Pandas

In [2]:
import pandas as pd
import numpy as np
  • A Series 1D labeled homogeneously-typed array
  • A DataFrame General 2D labeled, size-mutable tabular structure with potentially heterogeneously-typed column
  • The length of a Series cannot be changed, but columns can be inserted into a DataFrame
  • The vast majority of methods produce new objects and leave the input data untouched.

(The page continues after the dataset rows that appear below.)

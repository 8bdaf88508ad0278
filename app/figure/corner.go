// Package figure draws publication figures with gonum/plot, independent of
// the rest of the program: they take plain slices and return plots or draw
// onto a vg canvas.
package figure

import (
	"fmt"
	"image/color"
	"math"
	"os"
	"path/filepath"
	"sort"
	"strings"

	"gonum.org/v1/plot"
	"gonum.org/v1/plot/plotter"
	"gonum.org/v1/plot/vg"
	"gonum.org/v1/plot/vg/draw"
	"gonum.org/v1/plot/vg/vgimg"
	"gonum.org/v1/plot/vg/vgsvg"
)

// Colours of the corner plot, from the colour-blind-safe palette of Okabe &
// Ito (2008, "Color universal design"): blue for the samples, vermillion
// for the median and 68 % lines, bluish green for the true values.
var (
	cornerBlue       = color.RGBA{R: 0x00, G: 0x72, B: 0xB2, A: 0xff}
	cornerVermillion = color.RGBA{R: 0xD5, G: 0x5E, B: 0x00, A: 0xff}
	cornerGreen      = color.RGBA{R: 0x00, G: 0x9E, B: 0x73, A: 0xff}
)

// Limits of a corner plot.
const (
	// MaxCornerParameters bounds the number of parameters (panels grow as
	// its square).
	MaxCornerParameters = 12
	// DefaultCornerBins is the number of histogram bins.
	DefaultCornerBins = 30
	// DefaultCornerPoints is the most points drawn in a 2-D panel; more
	// samples are thinned evenly.
	DefaultCornerPoints = 3000
)

// CornerOptions adjust a corner plot.
type CornerOptions struct {
	// Bins is the number of bins of the 1-D histograms (default 30).
	Bins int
	// MaxPoints is the most samples drawn in each 2-D panel (default 3000),
	// taken at even strides through the samples.
	MaxPoints int
	// Truth, when not nil, marks known values (one per parameter; NaN for
	// none), e.g. those of an injection.
	Truth []float64
	// Title is written above the top-left panel.
	Title string
}

// CornerFigure is a corner plot: an n×n grid whose diagonal holds each
// parameter's 1-D histogram and whose lower triangle holds the 2-D scatter of
// each pair, with the median (solid) and the 16th/84th percentiles (dashed).
type CornerFigure struct {
	// Plots[i][j] is the panel of row i and column j: the histogram of
	// parameter i on the diagonal, parameter j against i below it, nil
	// above it.
	Plots [][]*plot.Plot
	names []string
}

// Corner builds the corner plot of samples (samples[k][i] is parameter i of
// sample k), with names[i] the axis label of parameter i. Non-finite
// values are an error, as are fewer than 2 samples, more than
// MaxCornerParameters parameters, or rows of another length than names.
func Corner(names []string, samples [][]float64, opt CornerOptions) (*CornerFigure, error) {
	n := len(names)
	switch {
	case n == 0:
		return nil, fmt.Errorf("figure: corner: no parameters")
	case n > MaxCornerParameters:
		return nil, fmt.Errorf("figure: corner: %d parameters (at most %d)", n, MaxCornerParameters)
	case len(samples) < 2:
		return nil, fmt.Errorf("figure: corner: %d samples (need at least 2)", len(samples))
	case opt.Truth != nil && len(opt.Truth) != n:
		return nil, fmt.Errorf("figure: corner: %d true values for %d parameters", len(opt.Truth), n)
	case opt.Bins < 0 || opt.Bins > 1000 || opt.MaxPoints < 0:
		return nil, fmt.Errorf("figure: corner: %d bins, %d points (want 0–1000 bins, points ≥ 0)", opt.Bins, opt.MaxPoints)
	}
	if opt.Bins == 0 {
		opt.Bins = DefaultCornerBins
	}
	if opt.MaxPoints == 0 {
		opt.MaxPoints = DefaultCornerPoints
	}
	cols := make([][]float64, n)
	for i := range cols {
		cols[i] = make([]float64, len(samples))
	}
	for k, s := range samples {
		if len(s) != n {
			return nil, fmt.Errorf("figure: corner: sample %d has %d values for %d parameters", k, len(s), n)
		}
		for i, v := range s {
			if math.IsNaN(v) || math.IsInf(v, 0) {
				return nil, fmt.Errorf("figure: corner: sample %d, %s = %v", k, names[i], v)
			}
			cols[i][k] = v
		}
	}
	type stats struct{ lo, hi, q16, q50, q84 float64 }
	st := make([]stats, n)
	for i, c := range cols {
		s := append([]float64(nil), c...)
		sort.Float64s(s)
		st[i] = stats{lo: s[0], hi: s[len(s)-1], q16: cornerQuantile(s, 0.16), q50: cornerQuantile(s, 0.5), q84: cornerQuantile(s, 0.84)}
		if st[i].hi == st[i].lo {
			st[i].lo, st[i].hi = st[i].lo-0.5, st[i].hi+0.5
		}
	}
	stride := max(1, (len(samples)+opt.MaxPoints-1)/opt.MaxPoints)
	f := &CornerFigure{Plots: make([][]*plot.Plot, n), names: names}
	for i := range n {
		f.Plots[i] = make([]*plot.Plot, n)
		for j := 0; j <= i; j++ {
			p := plot.New()
			p.X.Min, p.X.Max = st[j].lo, st[j].hi
			if i == n-1 {
				p.X.Label.Text = names[j]
			} else {
				p.X.Tick.Label.Color = color.Transparent
			}
			if j == 0 && i > 0 {
				p.Y.Label.Text = names[i]
			} else if i > 0 {
				p.Y.Tick.Label.Color = color.Transparent
			}
			if i == j {
				h, err := plotter.NewHist(plotter.Values(cols[i]), opt.Bins)
				if err != nil {
					return nil, fmt.Errorf("figure: corner: %s: %w", names[i], err)
				}
				h.Normalize(1)
				h.FillColor = color.NRGBA{R: 0x00, G: 0x72, B: 0xB2, A: 0x60}
				h.LineStyle.Color = cornerBlue
				p.Add(h)
				top := 0.0
				for _, b := range h.Bins {
					top = math.Max(top, b.Weight)
				}
				p.Y.Min, p.Y.Max = 0, 1.1*top
				p.Y.Tick.Label.Color = color.Transparent
				if err := cornerVLines(p, st[i].q16, st[i].q50, st[i].q84, 0, 1.1*top); err != nil {
					return nil, err
				}
				if opt.Truth != nil && !math.IsNaN(opt.Truth[i]) {
					if err := cornerTruth(p, opt.Truth[i], math.NaN(), 0, 1.1*top); err != nil {
						return nil, err
					}
				}
				if i == 0 && opt.Title != "" {
					p.Title.Text = opt.Title
				}
			} else {
				p.Y.Min, p.Y.Max = st[i].lo, st[i].hi
				pts := make(plotter.XYs, 0, len(samples)/stride+1)
				for k := 0; k < len(samples); k += stride {
					pts = append(pts, plotter.XY{X: cols[j][k], Y: cols[i][k]})
				}
				sc, err := plotter.NewScatter(pts)
				if err != nil {
					return nil, fmt.Errorf("figure: corner: %s–%s: %w", names[j], names[i], err)
				}
				sc.GlyphStyle.Color = color.NRGBA{R: 0x00, G: 0x72, B: 0xB2, A: 0x50}
				sc.GlyphStyle.Radius = vg.Points(1)
				sc.GlyphStyle.Shape = draw.CircleGlyph{}
				p.Add(sc)
				if err := cornerVLines(p, st[j].q16, st[j].q50, st[j].q84, st[i].lo, st[i].hi); err != nil {
					return nil, err
				}
				if err := cornerHLines(p, st[i].q16, st[i].q50, st[i].q84, st[j].lo, st[j].hi); err != nil {
					return nil, err
				}
				if opt.Truth != nil && !math.IsNaN(opt.Truth[j]) && !math.IsNaN(opt.Truth[i]) {
					if err := cornerTruth(p, opt.Truth[j], opt.Truth[i], st[i].lo, st[i].hi); err != nil {
						return nil, err
					}
				}
			}
			f.Plots[i][j] = p
		}
	}
	return f, nil
}

// Panels returns the number of panels drawn: n(n+1)/2.
func (f *CornerFigure) Panels() int {
	c := 0
	for _, row := range f.Plots {
		for _, p := range row {
			if p != nil {
				c++
			}
		}
	}
	return c
}

// Draw draws the figure onto c, the panels aligned in a grid.
func (f *CornerFigure) Draw(c draw.Canvas) {
	n := len(f.Plots)
	t := draw.Tiles{Rows: n, Cols: n, PadX: vg.Millimeter, PadY: vg.Millimeter,
		PadTop: vg.Millimeter * 2, PadBottom: vg.Millimeter * 2, PadLeft: vg.Millimeter * 2, PadRight: vg.Millimeter * 2}
	canvases := plot.Align(f.Plots, t, c)
	for i, row := range f.Plots {
		for j, p := range row {
			if p != nil {
				p.Draw(canvases[i][j])
			}
		}
	}
}

// Image renders the figure into an image canvas of the given size at dpi
// dots per inch (PNG, JPEG or TIFF via its WriteTo methods).
func (f *CornerFigure) Image(w, h vg.Length, dpi int) *vgimg.Canvas {
	c := vgimg.NewWith(vgimg.UseWH(w, h), vgimg.UseDPI(dpi))
	dc := draw.New(c)
	// An opaque white background, so that the PNG is not transparent.
	dc.SetColor(color.White)
	dc.Fill(dc.Rectangle.Path())
	f.Draw(dc)
	return c
}

// Save writes the figure to path, whose extension chooses the format: .png
// (150 dpi), .svg (fonts embedded) or .pdf.
func (f *CornerFigure) Save(w, h vg.Length, path string) error {
	var c vg.CanvasWriterTo
	switch ext := strings.ToLower(filepath.Ext(path)); ext {
	case ".png":
		c = vgimg.PngCanvas{Canvas: f.Image(w, h, 150)}
	case ".svg":
		s := vgsvg.NewWith(vgsvg.UseWH(w, h), vgsvg.EmbedFonts(true))
		f.Draw(draw.New(s))
		c = s
	case ".pdf":
		p := newPDF(w, h) // Unicode text and straight alpha: see pdf.go
		f.Draw(draw.New(p))
		c = p
	default:
		return fmt.Errorf("figure: corner: unknown format %q (want .png, .svg or .pdf)", ext)
	}
	return cornerWrite(c, path)
}

// cornerQuantile returns the q-quantile of sorted s (linear interpolation
// between order statistics, Hyndman & Fan 1996, definition 7).
func cornerQuantile(s []float64, q float64) float64 {
	h := q * float64(len(s)-1)
	i := int(math.Floor(h))
	if i >= len(s)-1 {
		return s[len(s)-1]
	}
	return s[i] + (h-float64(i))*(s[i+1]-s[i])
}

// cornerVLines draws vertical lines at the median (solid) and the 16th and
// 84th percentiles (dashed) from y0 to y1.
func cornerVLines(p *plot.Plot, q16, q50, q84, y0, y1 float64) error {
	for k, x := range []float64{q16, q50, q84} {
		l, err := plotter.NewLine(plotter.XYs{{X: x, Y: y0}, {X: x, Y: y1}})
		if err != nil {
			return fmt.Errorf("figure: corner: %w", err)
		}
		cornerStyle(l, k != 1)
		p.Add(l)
	}
	return nil
}

// cornerHLines is cornerVLines across: horizontal lines from x0 to x1.
func cornerHLines(p *plot.Plot, q16, q50, q84, x0, x1 float64) error {
	for k, y := range []float64{q16, q50, q84} {
		l, err := plotter.NewLine(plotter.XYs{{X: x0, Y: y}, {X: x1, Y: y}})
		if err != nil {
			return fmt.Errorf("figure: corner: %w", err)
		}
		cornerStyle(l, k != 1)
		p.Add(l)
	}
	return nil
}

func cornerStyle(l *plotter.Line, dashed bool) {
	l.Color = cornerVermillion
	l.Width = vg.Points(1)
	if dashed {
		l.Dashes = []vg.Length{vg.Points(3), vg.Points(2)}
	}
}

// cornerTruth marks a true value: a vertical line at x from y0 to y1 and,
// when y is not NaN, a square at (x, y).
func cornerTruth(p *plot.Plot, x, y, y0, y1 float64) error {
	l, err := plotter.NewLine(plotter.XYs{{X: x, Y: y0}, {X: x, Y: y1}})
	if err != nil {
		return fmt.Errorf("figure: corner: %w", err)
	}
	l.Color, l.Width = cornerGreen, vg.Points(1.5)
	p.Add(l)
	if !math.IsNaN(y) {
		s, err := plotter.NewScatter(plotter.XYs{{X: x, Y: y}})
		if err != nil {
			return fmt.Errorf("figure: corner: %w", err)
		}
		s.GlyphStyle = draw.GlyphStyle{Color: cornerGreen, Radius: vg.Points(3), Shape: draw.BoxGlyph{}}
		p.Add(s)
	}
	return nil
}

// cornerWrite writes c to path, reporting the first error of writing or
// closing.
func cornerWrite(c vg.CanvasWriterTo, path string) (err error) {
	out, err := os.Create(path)
	if err != nil {
		return fmt.Errorf("figure: corner: %w", err)
	}
	defer func() {
		if cerr := out.Close(); cerr != nil && err == nil {
			err = fmt.Errorf("figure: corner: %w", cerr)
		}
	}()
	if _, err := c.WriteTo(out); err != nil {
		return fmt.Errorf("figure: corner: writing %s: %w", path, err)
	}
	return nil
}
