package fit

import (
	"context"
	"errors"
	"math"
	"testing"
)

// TestSweepSearch holds the grid-and-golden-section search to functions
// whose minimum is known: a parabola with its vertex between grid points is
// found to 3e-4 of its position, with RefineEvals evaluations after the
// grid; a function falling across the whole range is flagged at the edge
// and not refined.
func TestSweepSearch(t *testing.T) {
	calls := 0
	bowl := func(_ context.Context, v float64) (float64, error) {
		calls++
		return 1 + 1e4*(v-0.2371)*(v-0.2371), nil
	}
	sw, err := Sweep(context.Background(), 0.1, 0.3, 11, bowl, nil)
	if err != nil {
		t.Fatal(err)
	}
	if sw.AtEdge || math.Abs(sw.Best-0.2371) > 3e-4 || calls != 11+RefineEvals || sw.BestChi2N > 1.001 {
		t.Errorf("best %.5f (want 0.2371), χ²/N %.5f, %d calls, at edge %v", sw.Best, sw.BestChi2N, calls, sw.AtEdge)
	}
	calls = 0
	slope := func(_ context.Context, v float64) (float64, error) { calls++; return 10 - v, nil }
	sw, err = Sweep(context.Background(), 0.1, 0.3, 5, slope, nil)
	if err != nil {
		t.Fatal(err)
	}
	if !sw.AtEdge || sw.Best != 0.3 || calls != 5 {
		t.Errorf("falling: best %v at edge %v after %d calls, want 0.3, true, 5", sw.Best, sw.AtEdge, calls)
	}
	boom := errors.New("boom")
	if _, err := Sweep(context.Background(), 0.1, 0.3, 5, func(context.Context, float64) (float64, error) { return 0, boom }, nil); !errors.Is(err, boom) {
		t.Errorf("an evaluation's error was not passed on: %v", err)
	}
}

In general we like to favor immutability where sensible

Series

Create Series

  • Pandas Series is nothing but a column
In [419]:
# create series from scalar
s = pd.Series(1, index=list(range(4)), dtype='float32')
In [420]:
# create series from list
s = pd.Series([1, 3, 5, np.nan, 6, 8])
In [8]:
# create series from numpy array
s = pd.Series(np.arange(6)*10, index = [10, 11, 12, 13, 14, 15])
In [9]:
# create a serie of objects
data = np.array(['g','e','e','k','s'])
s = pd.Series(data)

Accessing

In [25]:
s = pd.Series(np.arange(6)*10, index = [10, 11, 12, 13, 14, 15])
s.values # numpy array
s.get(key = 11) # access element by index

s.dtype # data type

s[11] # numpy.float32, access element by explicit index, index may not start from zero

s.head(2)
s.loc[11:13] # Series, refering the explicit index

s[2:4] # Series, access elements by implicit index, the third element and the forth element
s.iloc[2:4] # Series, refering the implicit index
Out[25]:
12    20
13    30
dtype: int64

Operations

In [ ]:
s.to_numpy() # convert Series to numpy.ndarray
s.tolist() # convert Series to list
In [ ]:
# histogram
s.value_counts()
In [32]:
# Binary Operations
data = pd.Series([5, 2, 3,7], index=['a', 'b', 'c', 'd'])
data1 = pd.Series([1, 6, 4, 9], index=['a', 'b', 'd', 'e'])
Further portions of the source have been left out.